Using the listing below, copy exactly the lines from the one containing "just before it." to the one containing "pub struct Formula(Arc<Inner>);", both lines included, and no others.

*** Supplied material ***

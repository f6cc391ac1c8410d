//! The analysed form of a template: negation normal form, with every fact
//! about a node computed once by the constructor that makes it.
//!
//! A [`Formula`] can be built only through its constructors, so an ill-formed
//! one (a slot as lower bound of a bounded window, an `and` of one operand)
//! cannot exist. Slots are anonymous: each `?` occurs once, and the slots of a
//! template are numbered in the order of its text. A formula without slots is
//! a **specification**.

use std::hash::{Hash, Hasher};
use std::sync::Arc;

use super::atom::{Atom, Comparison, Threshold};
use super::function::Kind;
use super::signal::Signal;
use super::slot::{Direction, Slot, SlotKind, SlotValue};
use super::window::{Bound, Window};
use crate::support::SlotId;

/// The shapes a formula can have.
#[derive(Debug, Clone, PartialEq, Eq, PartialOrd, Ord, Hash)]
pub enum Node {
    /// An atom.
    Atom(Atom),
    /// All operands (two or more, none of them an `and`).
    And(Vec<Formula>),
    /// At least one operand (two or more, none of them an `or`).
    Or(Vec<Formula>),
    /// At every instant of the window.
    Throughout(Window, Formula),
    /// At some instant of the window.
    Sometime(Window, Formula),
    /// The right side at some instant of the window, the left side at every
    /// instant from now until just before it.
    Until(Window, Formula, Formula),
}

/// A template, or without slots a specification. Cheap to clone; equality,
/// order and hash are those of the tree.
#[derive(Debug, Clone)]
pub struct Formula(Arc<Inner>);

#[derive(Debug)]
struct Inner {
    node: Node,
    facts: Facts,
}

/// What the constructors compute about a formula.
#[derive(Debug, Clone, PartialEq, Eq)]
struct Facts {
    size: u32,
    slots: Vec<Slot>,
    has_until: bool,
    has_end: bool,
    depth: u32,
}

/// `until` has no negation with each slot once.
#[derive(Debug, Clone, Copy, PartialEq, Eq, thiserror::Error)]
#[error("`until` cannot be negated: its negation would need a slot twice")]
pub struct UntilNotNegatable;

impl Formula {
    /// A formula that is one atom.
    ///
    /// # Panics
    /// When a comparison is given a flag, or a flag atom a numeric signal.
    pub fn atom(atom: Atom) -> Self {
        let facts = match &atom {
            Atom::Flag { signal, .. } => {
                assert_eq!(signal.kind(), Kind::Flag, "{signal} is no flag");
                Facts::leaf(signal.size(), Vec::new())
            }
            Atom::Compare {
                signal,
                comparison,
                threshold,
            } => {
                assert_eq!(signal.kind(), Kind::Numeric, "{signal} is no channel");
                let slots = match threshold {
                    Threshold::Number(..) => Vec::new(),
                    Threshold::Slot => vec![Slot {
                        kind: SlotKind::Threshold(signal.clone()),
                        direction: comparison.direction(),
                    }],
                };
                Facts::leaf(signal.size(), slots)
            }
        };
        Formula::build(Node::Atom(atom), facts)
    }

    /// `signal comparison threshold`.
    pub fn compare(signal: Signal, comparison: Comparison, threshold: Threshold) -> Self {
        Formula::atom(Atom::Compare {
            signal,
            comparison,
            threshold,
        })
    }

    /// A flag or its negation.
    pub fn flag(signal: Signal, negated: bool) -> Self {
        Formula::atom(Atom::Flag { signal, negated })
    }

    /// All of the operands. Nested `and`s are flattened; one operand is
    /// returned as it is.
    ///
    /// # Panics
    /// When there is no operand.
    pub fn and(operands: Vec<Formula>) -> Self {
        Formula::connective(
            operands,
            |node| match node {
                Node::And(inner) => Some(inner),
                _ => None,
            },
            Node::And,
        )
    }

    /// At least one of the operands. Nested `or`s are flattened; one operand
    /// is returned as it is.
    ///
    /// # Panics
    /// When there is no operand.
    pub fn or(operands: Vec<Formula>) -> Self {
        Formula::connective(
            operands,
            |node| match node {
                Node::Or(inner) => Some(inner),
                _ => None,
            },
            Node::Or,
        )
    }

    fn connective(
        operands: Vec<Formula>,
        inner: impl Fn(&Node) -> Option<&Vec<Formula>>,
        make: impl Fn(Vec<Formula>) -> Node,
    ) -> Self {
        let mut flat: Vec<Formula> = Vec::with_capacity(operands.len());
        for operand in operands {
            match inner(operand.node()) {
                Some(parts) => flat.extend(parts.iter().cloned()),
                None => flat.push(operand),
            }
        }
        assert!(!flat.is_empty(), "a connective needs an operand");
        if flat.len() == 1 {
            return flat.swap_remove(0);
        }
        let size = u32::try_from(flat.len() - 1).unwrap_or(u32::MAX);
        let facts = Facts::above(size, 0, Vec::new(), false, &flat.iter().collect::<Vec<_>>());
        Formula::build(make(flat), facts)
    }

    /// The operand at every instant of the window.
    pub fn throughout(window: Window, operand: Formula) -> Self {
        let slots = window_slots(window, Direction::LargerIsHarder);
        let facts = Facts::above(1, 1, slots, window.upper() == Bound::End, &[&operand]);
        Formula::build(Node::Throughout(window, operand), facts)
    }

    /// The operand at some instant of the window.
    pub fn sometime(window: Window, operand: Formula) -> Self {
        let slots = window_slots(window, Direction::LargerIsEasier);
        let facts = Facts::above(1, 1, slots, window.upper() == Bound::End, &[&operand]);
        Formula::build(Node::Sometime(window, operand), facts)
    }

    /// The right side at some instant of the window, the left side until then.
    pub fn until(window: Window, left: Formula, right: Formula) -> Self {
        let mut slots = left.slots().to_vec();
        slots.extend(window_slots(window, Direction::LargerIsEasier));
        slots.extend(right.slots().iter().cloned());
        let mut facts = Facts::above(
            1,
            1,
            Vec::new(),
            window.upper() == Bound::End,
            &[&left, &right],
        );
        // In text the window stands between the two sides, and slots are
        // numbered in the order of the text.
        facts.slots = slots;
        facts.has_until = true;
        Formula::build(Node::Until(window, left, right), facts)
    }

    fn build(node: Node, facts: Facts) -> Self {
        Formula(Arc::new(Inner { node, facts }))
    }

    /// The shape.
    pub fn node(&self) -> &Node {
        &self.0.node
    }

    /// The address of the tree: the same for clones of one formula as long as
    /// one of them lives, so a quick key for tables that keep the formula too.
    pub fn address(&self) -> usize {
        Arc::as_ptr(&self.0) as usize
    }

    /// Size: 1 for each channel, flag, function, connective and temporal
    /// operator; `not` on a flag is free.
    pub fn size(&self) -> u32 {
        self.0.facts.size
    }

    /// The slots, in the order of the text.
    pub fn slots(&self) -> &[Slot] {
        &self.0.facts.slots
    }

    /// Whether it has no slot.
    pub fn is_specification(&self) -> bool {
        self.slots().is_empty()
    }

    /// Whether an `until` stands anywhere in it.
    pub fn has_until(&self) -> bool {
        self.0.facts.has_until
    }

    /// Whether a window with `end` stands anywhere in it. Without one, the
    /// verdict needs a bounded stretch of the record, the horizon.
    pub fn has_end(&self) -> bool {
        self.0.facts.has_end
    }

    /// How many temporal operators stand above one another at most.
    pub fn temporal_depth(&self) -> u32 {
        self.0.facts.depth
    }

    /// The direct operands, from left to right.
    pub fn operands(&self) -> Vec<&Formula> {
        match self.node() {
            Node::Atom(_) => Vec::new(),
            Node::And(operands) | Node::Or(operands) => operands.iter().collect(),
            Node::Throughout(_, operand) | Node::Sometime(_, operand) => vec![operand],
            Node::Until(_, left, right) => vec![left, right],
        }
    }

    /// Calls `visit` with every atom, from left to right.
    pub fn for_each_atom<'a>(&'a self, visit: &mut impl FnMut(&'a Atom)) {
        match self.node() {
            Node::Atom(atom) => visit(atom),
            _ => {
                for operand in self.operands() {
                    operand.for_each_atom(visit);
                }
            }
        }
    }

    /// The signals it reads, each once, in the order of the text.
    pub fn signals(&self) -> Vec<Signal> {
        let mut found: Vec<Signal> = Vec::new();
        self.for_each_atom(&mut |atom| {
            let signal = atom.signal();
            if !found.contains(signal) {
                found.push(signal.clone());
            }
        });
        found
    }

    /// The names of the recorded channels and flags it reads, each once, in
    /// the order of the text.
    pub fn channels(&self) -> Vec<Arc<str>> {
        let mut found: Vec<Arc<str>> = Vec::new();
        self.for_each_atom(&mut |atom| {
            atom.signal().for_each_recorded(&mut |name, _| {
                if !found.contains(name) {
                    found.push(Arc::clone(name));
                }
            });
        });
        found
    }

    /// The negation, in negation normal form. The negation of a template has
    /// the same slots, each with the other direction, and the same boundary.
    ///
    /// # Errors
    /// When an `until` stands in it.
    pub fn negated(&self) -> Result<Formula, UntilNotNegatable> {
        Ok(match self.node() {
            Node::Atom(atom) => Formula::atom(atom.negated()),
            Node::And(operands) => Formula::or(negated_all(operands)?),
            Node::Or(operands) => Formula::and(negated_all(operands)?),
            Node::Throughout(window, operand) => Formula::sometime(*window, operand.negated()?),
            Node::Sometime(window, operand) => Formula::throughout(*window, operand.negated()?),
            Node::Until(..) => return Err(UntilNotNegatable),
        })
    }

    /// The template with some of its slots filled: `values[k]` is the value of
    /// slot k, `None` keeps the slot.
    ///
    /// # Panics
    /// When there are not as many values as slots, or a value is of the wrong
    /// kind.
    pub fn fill(&self, values: &[Option<SlotValue>]) -> Formula {
        assert_eq!(values.len(), self.slots().len(), "one value for each slot");
        let mut next = values.iter();
        let filled = self.fill_next(&mut next);
        debug_assert!(next.next().is_none());
        filled
    }

    fn fill_next(&self, values: &mut std::slice::Iter<'_, Option<SlotValue>>) -> Formula {
        match self.node() {
            Node::Atom(atom) => Formula::atom(atom.filled(values)),
            Node::And(operands) => {
                Formula::and(operands.iter().map(|f| f.fill_next(values)).collect())
            }
            Node::Or(operands) => {
                Formula::or(operands.iter().map(|f| f.fill_next(values)).collect())
            }
            Node::Throughout(window, operand) => {
                let window = window.filled(values);
                Formula::throughout(window, operand.fill_next(values))
            }
            Node::Sometime(window, operand) => {
                let window = window.filled(values);
                Formula::sometime(window, operand.fill_next(values))
            }
            Node::Until(window, left, right) => {
                let left = left.fill_next(values);
                let window = window.filled(values);
                Formula::until(window, left, right.fill_next(values))
            }
        }
    }

    /// The slot of an id.
    pub fn slot(&self, id: SlotId) -> &Slot {
        &self.slots()[id.index()]
    }
}

fn negated_all(operands: &[Formula]) -> Result<Vec<Formula>, UntilNotNegatable> {
    operands.iter().map(Formula::negated).collect()
}

/// The slots of a window. `upper` is the direction of its upper bound; a later
/// lower bound does the opposite.
fn window_slots(window: Window, upper: Direction) -> Vec<Slot> {
    let mut slots = Vec::new();
    for (bound, direction) in [(window.lower(), upper.reversed()), (window.upper(), upper)] {
        if bound == Bound::Slot {
            slots.push(Slot {
                kind: SlotKind::Time,
                direction,
            });
        }
    }
    slots
}

impl Facts {
    fn leaf(size: u32, slots: Vec<Slot>) -> Self {
        Facts {
            size,
            slots,
            has_until: false,
            has_end: false,
            depth: 0,
        }
    }

    /// The facts of a node above some operands: its own share of the size, one
    /// more temporal operator or none, its own slots first.
    fn above(size: u32, depth: u32, own: Vec<Slot>, end: bool, operands: &[&Formula]) -> Self {
        let mut facts = Facts {
            size,
            slots: own,
            has_until: false,
            has_end: end,
            depth: 0,
        };
        for operand in operands {
            let inner = &operand.0.facts;
            facts.size = facts.size.saturating_add(inner.size);
            facts.slots.extend(inner.slots.iter().cloned());
            facts.has_until |= inner.has_until;
            facts.has_end |= inner.has_end;
            facts.depth = facts.depth.max(inner.depth);
        }
        facts.depth += depth;
        facts
    }
}

impl PartialEq for Formula {
    fn eq(&self, other: &Self) -> bool {
        Arc::ptr_eq(&self.0, &other.0) || self.0.node == other.0.node
    }
}

impl Eq for Formula {}

impl PartialOrd for Formula {
    fn partial_cmp(&self, other: &Self) -> Option<std::cmp::Ordering> {
        Some(self.cmp(other))
    }
}

impl Ord for Formula {
    fn cmp(&self, other: &Self) -> std::cmp::Ordering {
        self.0.node.cmp(&other.0.node)
    }
}

impl Hash for Formula {
    fn hash<H: Hasher>(&self, state: &mut H) {
        self.0.node.hash(state);
    }
}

*** End of Supplied material ***

§ **Solution below**
    /// instant from now until just before it.
    Until(Window, Formula, Formula),
}

/// A template, or without slots a specification. Cheap to clone; equality,
/// order and hash are those of the tree.
#[derive(Debug, Clone)]
pub struct Formula(Arc<Inner>);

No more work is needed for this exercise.